# P2P Voice chat



## Halfbax (3. Februar 2015)

Guten Tag,

ich möchte im kleinen Stil eine p2p Voice Übertragung als Großprojekt anlegen, da mir aber die Ansätze fehlen möchte ich einmal nachfragen, wie ich das ganze theoretisch hinkriege.

Vorrangig ist einmal die Sprachübertragung, dannach folgt die Textübertragung. Das reine UI habe ich bereits angelegt und sieht wie folgt aus.

(Link folgt)

Danke für die Hilfe 

LG


----------



## Improof (9. Februar 2015)

Hi Halfbax,

zunächst mal musst du die Verbindung zwischen den beiden Gesprächspartnern sicherstellen.

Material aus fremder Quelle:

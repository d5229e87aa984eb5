import { describe, expect, it } from 'vitest';
import { allZones, offsetName, offsetsMin, zoneName } from '#src/features/places/model/time-zone.js';

describe('the clock of a place', () => {
  it('is told by its distance from UTC, winter and summer', () => {
    expect(offsetsMin('Africa/Addis_Ababa', 2027)).toEqual({ january: 180, july: 180 });
    expect(offsetsMin('Europe/Stockholm', 2027)).toEqual({ january: 60, july: 120 });
    expect(offsetsMin('Asia/Kathmandu', 2027)).toEqual({ january: 345, july: 345 });
    expect(offsetsMin('America/Lima', 2027)).toEqual({ january: -300, july: -300 });
    expect(offsetsMin('Nowhere/At_All', 2027)).toBeNull();
  });

  it('reads as people write it', () => {
    expect([180, 345, -210, 0].map(offsetName)).toEqual(['UTC+3', 'UTC+5:45', 'UTC−3:30', 'UTC']);
    expect(zoneName('America/Argentina/Buenos_Aires')).toBe('America/Argentina/Buenos Aires');
  });

  it('that this device lists under another name still stands in the list', () => {
    expect(allZones(['Etc/GMT+3', ''])).toContain('Etc/GMT+3');
    expect(allZones([''])).not.toContain('');
  });
});
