import type { Calendar, EntryList } from '#shared/contracts/calendars.js';
import type { Page } from '@playwright/test';
import { expect } from '@playwright/test';
import { withoutSigns } from './event-record.js';

/** Where the newest submission of the demo's calendar for 2027 is. */
export async function reviewPath(page: Page): Promise<string> {
  const { items } = (await (await page.request.get('/api/calendars')).json()) as { items: Calendar[] };
  const calendar = items.find(({ year }) => year === 2027);
  return `/calendars/${calendar?.id ?? ''}/versions/${calendar?.outNumber ?? 0}`;
}

/** What somebody asks of the server, without a screen. */
export async function ask(
  page: Page,
  method: 'post' | 'delete',
  path: string,
  data: object = {},
): Promise<unknown> {
  const session = (await (await page.request.get('/api/session')).json()) as { csrfToken: string };
  const headers = { 'x-csrf-token': session.csrfToken };
  const answer = await page.request[method](`/api${path}`, { data, headers });
  expect(answer.ok(), `${method} ${path}`).toBe(true);
  return answer.status() === 204 ? undefined : answer.json();
}

/**
 * A submission in review with new entries that nobody has answered, like the draft's first one and with all that a new entry
 * has to say. For the officer's page; the villages are the journey's own.
 */
export async function openReview(page: Page, added: number): Promise<string> {
  const path = await reviewPath(page);
  const calendarPath = path.replace(/\/versions.*/u, '');
  if (!path.endsWith('/0')) {
    await ask(page, 'post', `${path}/changes-asked`, { reason: 'taken-back', note: '' });
  }
  const { items } = (await (await page.request.get(`/api${calendarPath}/entries`)).json()) as EntryList;
  const like = { ...items[0]?.content, crop: 'all crops', record: withoutSigns() };
  for (let entry = 0; entry < added; entry += 1) await ask(page, 'post', `${calendarPath}/entries`, like);
  await ask(page, 'post', `${calendarPath}/versions`);
  return reviewPath(page);
}

export const JOURNEY_PIN = '4711';

/** A card with its PIN for an elder; the page is the steward's. */
export async function giveCard(page: Page, elderName: string): Promise<string> {
  const session = (await (await page.request.get('/api/session')).json()) as {
    memberships: { communityId: string }[];
  };
  const home = `/communities/${session.memberships[0]?.communityId ?? ''}`;
  const { items } = (await (await page.request.get(`/api${home}/cards`)).json()) as {
    items: { personId: string; displayName: string }[];
  };
  const elder = items.find(({ displayName }) => displayName === elderName);
  const made = await ask(page, 'post', `${home}/people/${elder?.personId ?? ''}/card`);
  return (made as { code: string }).code;
}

Hier musst du allerdings schon aufpassen:
Bei einem Text-basierten Gespräch kannst du TCP-Sockets verwenden. TCP stellt eine "sichere" Verbindung her, wobei "sicher" in diesem Fall heißt, dass z.B. verlorene Datenpakete nochmals angefordert werden.

Bei einem Sprachchat kann das aber schon Probleme in Form von großen Latenzen verursachen, wenn die Verbindung nicht sehr gut ist. Deshalb würde ich hier UDP als Protokoll verwenden. Die Kommunikation kannst du dir wie eine Art Stream vorstellen: Die Datenpakete werden vom Sender an den Empfänger geschickt, ganz egal ob dieser etwas erhält oder nicht. Das verursacht dann "nur" ein Knacken bzw. abgehacktes Gespräch, wenn die Verbindung eine kurze Unterbrechung hat.

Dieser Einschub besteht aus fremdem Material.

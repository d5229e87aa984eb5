import { describe, expect, it } from 'vitest';
import { narrowedConsent } from '#server/policy/consents-of-years.js';
import { mayUse, shownUntil, type ConsentFact } from '#server/policy/consents.js';
import { CONSENT_USES, type ConsentUse } from '#shared/contracts/consents.js';

const VILLAGE: ConsentUse[] = ['keep', 'show', 'print', 'recording', 'feed', 'message'];
const fact = (
  state: ConsentFact['state'],
  uses: ConsentUse[] = [],
  until: string | null = null,
): ConsentFact => ({
  ...{ state, uses, until, reviewBy: '2029-01-01' },
});
const SOME: (ConsentFact | null)[] = [
  null,
  fact('asked'),
  fact('not-now'),
  fact('refused'),
  fact('withdrawn'),
  fact('given', ['keep', 'show', 'print']),
  fact('given', ['keep']),
  fact('given', [...CONSENT_USES]),
  fact('given', VILLAGE, '2027-06-01'),
  fact('given-with-conditions', ['keep', 'show', 'radio'], '2026-01-01'),
];

describe('an answer about the same thing in another year', () => {
  it('is never made wider, whatever is said', () => {
    for (const kind of ['farm', 'belief'] as const) {
      for (const known of SOME) {
        for (const said of SOME) {
          if (said === null) continue;
          const narrowed = narrowedConsent(known, said, kind);
          if (narrowed === null) continue;
          for (const use of CONSENT_USES) {
            const before = mayUse(known === null ? [] : [known], use, kind, '2027-01-01');
            if (!before) expect(mayUse([narrowed], use, kind, '2027-01-01')).toBe(false);
          }
        }
      }
    }
  });

  it('is a no where a no was said, an end where one was set, and fewer uses where fewer were ticked', () => {
    const yes = fact('given', ['keep', 'show', 'print', 'radio']);
    expect(narrowedConsent(yes, fact('withdrawn'), 'farm')).toMatchObject({ state: 'withdrawn', uses: [] });
    expect(narrowedConsent(yes, fact('given', ['keep', 'show']), 'farm')?.uses).toEqual(['keep', 'show']);
    const ended = narrowedConsent(yes, fact('given', [...CONSENT_USES], '2027-12-31'), 'farm');
    expect(shownUntil(ended ? [ended] : [])).toBe('2027-12-31');
    expect(narrowedConsent(yes, fact('not-now'), 'farm')?.uses).toEqual(['keep', 'show']);
  });

  it('stays where nothing narrower was said, and where nobody was asked and the village goes on as before', () => {
    const yes = fact('given', ['keep', 'show']);
    expect(narrowedConsent(yes, fact('given', [...CONSENT_USES]), 'farm')).toBeNull();
    expect(narrowedConsent(fact('refused'), fact('given', [...CONSENT_USES]), 'farm')).toBeNull();
    expect(narrowedConsent(null, fact('given', [...CONSENT_USES]), 'farm')).toBeNull();
    expect(narrowedConsent(null, fact('asked'), 'farm')).toBeNull();
    expect(narrowedConsent(null, fact('given', ['keep']), 'farm')?.uses).toEqual(['keep']);
  });
});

In Java wird das so realisiert, dass du für TCP die Socket-Klasse verwendest und bei UDP die DatagramSocket-Klasse. Auf Google findest du hierzu mehr.

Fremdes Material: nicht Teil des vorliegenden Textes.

import { civilDateFromIso, dayNumberFromIso } from '#shared/kernel/iso-date.js';
import type { EntryTiming } from '#shared/calendar/entry-model.js';
import type {
  Crossing,
  MarkerYear,
  Occurrence,
  Phenomenon,
  PhenomenonOutcome,
  SkyNote,
} from '#shared/sky/index.js';

/** Made-up facts for the calendar's rules: days are given as `YYYY-MM-DD`, everything else has a plain default. */

export function timing(changes: Partial<EntryTiming> = {}): EntryTiming {
  return {
    kind: 'farm',
    crop: 'long millet',
    lead: { type: 'marker', markerKey: 'pleiades', phenomenon: 'heliacal-rising', occurrence: 1 },
    offsets: { earliestDays: 3, bestFromDays: 7, bestToDays: 23, lastAdvisedDays: 28 },
    hasLastDate: false,
    lastDate: null,
    protectiveWatch: false,
    ...changes,
  };
}

interface OccurrenceFacts {
  expected: string;
  early?: string | null;
  late?: string | null;
  notes?: SkyNote[];
}

export function occurrence({ expected, early = null, late = null, notes = [] }: OccurrenceFacts): Occurrence {
  return {
    expected: crossing(expected),
    early: early === null ? null : crossing(early),
    late: late === null ? null : crossing(late),
    clarity: 'ordinary',
    width: null,
    notes,
  };
}

interface MarkerYearFacts {
  markerKey?: string;
  year?: number;
  outcome?: MarkerYear['outcome'];
  phenomenon?: Phenomenon;
  phenomenonOutcome?: PhenomenonOutcome;
  occurrences?: OccurrenceFacts[];
  notes?: SkyNote[];
}

/** A marker's year in which only one phenomenon matters. */
export function markerYear(facts: MarkerYearFacts = {}): MarkerYear {
  const { markerKey = 'pleiades', year = 2027, outcome = 'rises-and-sets' } = facts;
  const { phenomenon = 'heliacal-rising', phenomenonOutcome = 'dated', occurrences = [], notes = [] } = facts;
  const none = (name: Phenomenon) => ({
    phenomenon: name,
    outcome: 'none-in-this-year' as const,
    occurrences: [],
  });
  return {
    markerKey,
    year,
    outcome,
    outcomeDetail: null,
    phenomena: {
      'heliacal-rising': none('heliacal-rising'),
      'cosmical-setting': none('cosmical-setting'),
      'acronychal-rising': none('acronychal-rising'),
      'heliacal-setting': none('heliacal-setting'),
      [phenomenon]: {
        phenomenon,
        outcome: phenomenonOutcome,
        occurrences: occurrences.map(occurrence),
      },
    },
    nightsHidden: 32,
    notes,
    basis: {
      thresholdSet: 'three-class',
      thresholdSource: 'made up',
      sameSideDeg: 16,
      oppositeSideDeg: 10,
      sameSideShiftDeg: 0,
      oppositeSideShiftDeg: 0,
      skylineRule: 'altitude-difference',
      clarityByMonth: Array.from({ length: 12 }, () => 'ordinary' as const),
      year,
      engineVersion: 'made up',
    },
  };
}

function crossing(iso: string): Crossing {
  const dayNumber = dayNumberFromIso(iso);
  const gregorian = civilDateFromIso(iso);
  return {
    dayNumber,
    gregorian,
    // Thirteen days apart from 1900 to 2100; the rules do not look at this label.
    julian: civilDateFromIso(iso),
    jdUt: dayNumber,
    sunDepressionDeg: 16,
    neededDepressionDeg: 16,
    starAzimuthDeg: 65,
    starAltitudeDeg: 3,
    sunAzimuthDeg: 66,
  };
}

Da du aber ja trotzdem einen feste Verbindung zwischen den Gesprächspartnern und später auch Textübertragung willst, wirst du wohl so oder so TCP und UDP Kommunikation implementieren müssen. So kannst du zuerst über TCP und einen bestimmten Port eine Verbindung aufbauen, wenn diese steht müssen die beiden Programme aushandeln, über welchen Port sie die UDP-Kommunikation laufen lassen (z.B. könnten beide Seiten einen Port an die jeweils andere Seite schicken). Die IP bleibt ja die gleiche.

Das einzige Problem, dass ich hierbei sehe ist, dass der Port / die Ports (je nach Implementierung) in den Routern beider Seiten freigeschaltet - also Portweiterleitungen angelegt -werden müssen. Das könntest du auch nur lösen, wenn du einen Server dazwischen schaltest.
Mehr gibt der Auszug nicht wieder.